3.1. Delivery of growth factors
EGF, PDGF, FGF2, keratinocyte growth factor (KGF) , transforming growth factor‐β (TGF‐β), insulin‐like growth factor (IGF), vascular endothelial growth factor (VEGF), granulocyte macrophage colony stimulating factor (GM‐CSF), and connective tissue growth factor (CTGF) are the main growth factors correlated with the wound healing process of skin . Growth factors usually have short half‐life time leading to a rapid deactivation at local wound beds in the body and resulting in a low efficacy. In order to enhance the efficacy of growth factor delivery systems, some bioactive and biodegradable matrixes including extracellular matrixes, have been used as carriers .
EGF is one of the most common growth factors used for treating skin wounds. Succinoylated dextrin (~85,000 g/mol; ~19 mol% succinoylation), a clinically well‐tolerated polymer, was used to deliver EGF and led to sustained release of free recombinant human EGF over time (52.7% release after 168 h) . Using a layer‐by‐layer assembly technique, EGF was successfully encapsulated using poly(acrylic acid) (PAA)‐modified polyurethane (PU) films  or chitosan and alginate films . Johnson and Wang treated the full‐thickness wounded mice with a heparin‐binding epidermal growth factor coacervate delivery system, and the results exhibited the enhanced migration of keratinocytes with retained proliferative potential, forming a confluent layer for regained barrier function within 7 days . Chitosan‐based gel formulations containing egg yolk oil and EGF are better alternatives compared to Silverdin® (1% silver sulfadiazine), given their significant difference (
Recently, it has been increasingly recognized that biodegradable and biocompatible scaffolds incorporated with multiple growth factors might serve as the most promising medical devices for skin tissue regeneration. Beyond drug delivery, BC hydrogel is used to deliver bFGF, EGF, and KGF with modifications of different extracellular matrices (ECMs; collagen, elastin, and hyaluronan) .
3.2. Delivery of peptides
Current therapeutic regiments of wounded patients are static and mostly rely on matrices, gels, and engineered skin tissue. Accordingly, there is a need to design next‐generation grafting materials to enable biotherapeutic spatiotemporal targeting from clinically approved matrices.
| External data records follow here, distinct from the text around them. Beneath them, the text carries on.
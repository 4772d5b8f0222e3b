/**
 * Meter for the rhythm families: whether a time signature is compound, its beat as a note value
 * (a dotted quarter in 6/8), metronome marks counted in that beat, and the regroupings that cross
 * a meter's own grouping (threes in simple time, twos or fours in compound time; common practice).
 */
import Fraction from "fraction.js";
import type { TimeSignature } from "../score/types";
import { beatLength } from "./groups";

/**
 * True for compound meters (6/8, 9/8, 12/8, 6/4, 6/16 …): beats in threes of the written unit
 * (common practice).
 *
 * @example
 * isCompound({ beats: 6, beatType: 8 }); // true
 * isCompound({ beats: 3, beatType: 4 }); // false
 */
export function isCompound(time: TimeSignature): boolean {
  return time.beats % 3 === 0 && time.beats > 3;
}

/** The beat of a meter as a note value: its MusicXML type name, dots and length in quarter notes. */
export interface BeatUnit {
  /** MusicXML `beat-unit` value: "quarter", "eighth", "half" … */
  readonly type: string;
  readonly dots: number;
  /** Length in quarter notes. */
  readonly quarters: Fraction;
  /** How a teacher writes it in text: "♩", "♩.", "♪" … */
  readonly symbol: string;
}

const TYPES: Readonly<Record<number, { type: string; symbol: string }>> = {
  1: { type: "whole", symbol: "𝅝" },
  2: { type: "half", symbol: "𝅗𝅥" },
  4: { type: "quarter", symbol: "♩" },
  8: { type: "eighth", symbol: "♪" },
  16: { type: "16th", symbol: "𝅘𝅥𝅯" },
};

/**
 * The beat of a meter: the dotted value above the written unit in compound time (a dotted quarter
 * in 6/8), else the written unit (common practice; MusicXML `beat-unit` names).
 *
 * @example
 * beatUnit({ beats: 6, beatType: 8 }); // { type: "quarter", dots: 1, quarters: 3/2, symbol: "♩." }
 * beatUnit({ beats: 3, beatType: 4 }).type; // "quarter"
 */
export function beatUnit(time: TimeSignature): BeatUnit {
  const quarters = beatLength(time);
  const compound = isCompound(time) && time.beatType >= 2;
  const base = compound ? time.beatType / 2 : time.beatType;
  const t = TYPES[base] ?? TYPES[4]!;
  const dots = compound ? 1 : 0;
  return { type: t.type, dots, quarters, symbol: `${t.symbol}${dots ? "." : ""}` };
}

/**
 * A quarter-note metronome mark counted in the meter's beat (rounded to a whole mark).
 *
 * @example
 * inBeats(90, { beats: 6, beatType: 8 }); // 60 (♩. = 60)
 * inBeats(72, { beats: 4, beatType: 4 }); // 72
 */
export function inBeats(quarterBpm: number, time: TimeSignature): number {
  return Math.round(quarterBpm / beatUnit(time).quarters.valueOf());
}

/**
 * A beat-unit metronome mark as quarter notes per minute (the model's unit).
 *
 * @example
 * toQuarters(60, { beats: 6, beatType: 8 }); // 90
 */
export function toQuarters(beatBpm: number, time: TimeSignature): number {
  return Math.round(beatBpm * beatUnit(time).quarters.valueOf());
}

/**
 * A metronome mark as a teacher writes it, in the meter's beat ("♩. = 60").
 *
 * @example
 * markText(90, { beats: 6, beatType: 8 }); // "♩. = 60"
 */
export function markText(quarterBpm: number, time: TimeSignature): string {
  return `${beatUnit(time).symbol} = ${inBeats(quarterBpm, time)}`;
}

/**
 * How a run of equal values sits in the meter: notes per beat (null when the value does not
 * divide the beat), and whether it moves in threes (three notes per beat: eighths in 6/8,
 * triplet eighths in 2/4).
 *
 * @example
 * runFeel(new Fraction(1, 2), { beats: 6, beatType: 8 }); // { perBeat: 3, threes: true }
 * runFeel(new Fraction(1, 4), { beats: 4, beatType: 4 }); // { perBeat: 4, threes: false }
 */
export function runFeel(value: Fraction, time: TimeSignature): { perBeat: number | null; threes: boolean } {
  const n = beatLength(time).div(value);
  if (n.d !== 1n) return { perBeat: null, threes: false };
  const perBeat = Number(n.n);
  // Six or twelve to the beat move in twos inside each third of the beat, not in threes.
  return { perBeat, threes: perBeat === 3 };
}

/**
 * Dotted rhythm that stays inside the beat, as factors of the run's value for each note of a
 * beat group: pairs (long-short 3/2 + 1/2, or the reverse) when the beat holds an even number of
 * notes, and for three notes to the beat the dotted figure of compound time (♪. 𝅘𝅥𝅯 ♪ long-short,
 * 𝅘𝅥𝅯 ♪. ♪ short-long; common practice). Null when the group cannot take the pattern.
 *
 * @example
 * dottedFactors(3, "long-short")!.map(String); // ["1.5", "0.5", "1"]
 * dottedFactors(2, "short-long")!.map(String); // ["0.5", "1.5"]
 */
export function dottedFactors(notesInGroup: number, order: "long-short" | "short-long"): Fraction[] | null {
  const long = new Fraction(3, 2);
  const short = new Fraction(1, 2);
  const pair = order === "long-short" ? [long, short] : [short, long];
  if (notesInGroup === 3) return [...pair, new Fraction(1)];
  if (notesInGroup >= 2 && notesInGroup % 2 === 0) return Array.from({ length: notesInGroup }, (_, i) => pair[i % 2]);
  return null;
}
Peptides are good candidates for controlling wound infections. A drug carrier system was designed for delivering an insect metalloproteinase inhibitor (IMPI) drug to enable treatment of chronic wound infections . Poly(lactic‐co‐glycolic acid) (PLGA) supplies lactate that accelerates neovascularization and promotes wound healing. Delivery systems of LL37 peptide encapsulated in PLGA nanoparticles (PLGA‐LL37 NP) were evaluated in full‐thickness excisional wounds. A significantly higher collagen deposition, re‐epithelialized and neovascularized composition were found in PLGA‐LL37 NP‐treated group.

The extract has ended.